Wasp

wasp

Richard Jones
Reaktion Books, £12.95

Richard Jones has clearly had enough of the bad press wasps have always received. While bees are seen as industrious, beneficial to humans and the wider ecosystem, and even cuddly, their wasp cousins are unfairly regarded as far more dangerous, vindictive and thoroughly deserving of destruction. In Wasp Jones seeks to redress this balance.

Many of our misconceptions stem from a confusion between wasps and bees, while others are simply fallacious. You are perhaps familiar with the cartoon scene of a character, having knocked against a nest hanging from a tree, being chased by a swarm of wasps? It turns out, unlike bees, wasps do not swarm in any co-ordinated fashion. Moreover, most wasp nests are built out of plain sight and few hang from branches. As another example, I remember being taught in school that bee stings are acidic and wasp stings alkaline, and so could be treated with baking soda or vinegar respectively. In fact, the pH of wasp venom is so close to neutral (6.8) that any difference is immaterial, with the pain associated with these stings relying not on their pH but rather on the venom injected.
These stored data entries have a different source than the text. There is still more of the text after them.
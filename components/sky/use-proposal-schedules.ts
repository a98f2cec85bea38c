"use client";

import type { ObservingSchedule, SchedulesRequest } from "@/lib/schedule";
import type { ScheduleWorkerApi } from "@/workers/schedule.worker";
import { useWorkerAnswer, type WorkerAnswer } from "./use-worker-answer";

const createScheduleWorker = () => new Worker(new URL("../../workers/schedule.worker.ts", import.meta.url), { type: "module", name: "proposal-schedules" });

/**
 * The simulated observing schedules of a proposal's targets (`observingSchedules`, the code the
 * verdicts count), computed in the schedule worker (`workers/schedule.worker.ts`).
 */
export function useProposalSchedules(request: SchedulesRequest | null): WorkerAnswer<ObservingSchedule[]> {
  return useWorkerAnswer<ScheduleWorkerApi, SchedulesRequest, ObservingSchedule[]>(createScheduleWorker, (api, r) => api.schedules(r), request);
}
Jones admiringly details many aspects of wasp biology and ecology including their extraordinarily built nests, the evolution of their distinctive colouration, their ecological role as insect predators and the genetic underpinning of the different castes of social wasps. He also provides a historical perspective, explaining how our understanding developed, for example through advances in microscopy and Linnaean classification. Cultural references to wasps in literature, poetry and painting appear liberally throughout the book, many shown in the numerous illustrations.

Expanding the scope of its content beyond merely history and science makes Wasp, and the other books in Reaktion’s Animal series, welcomingly unique.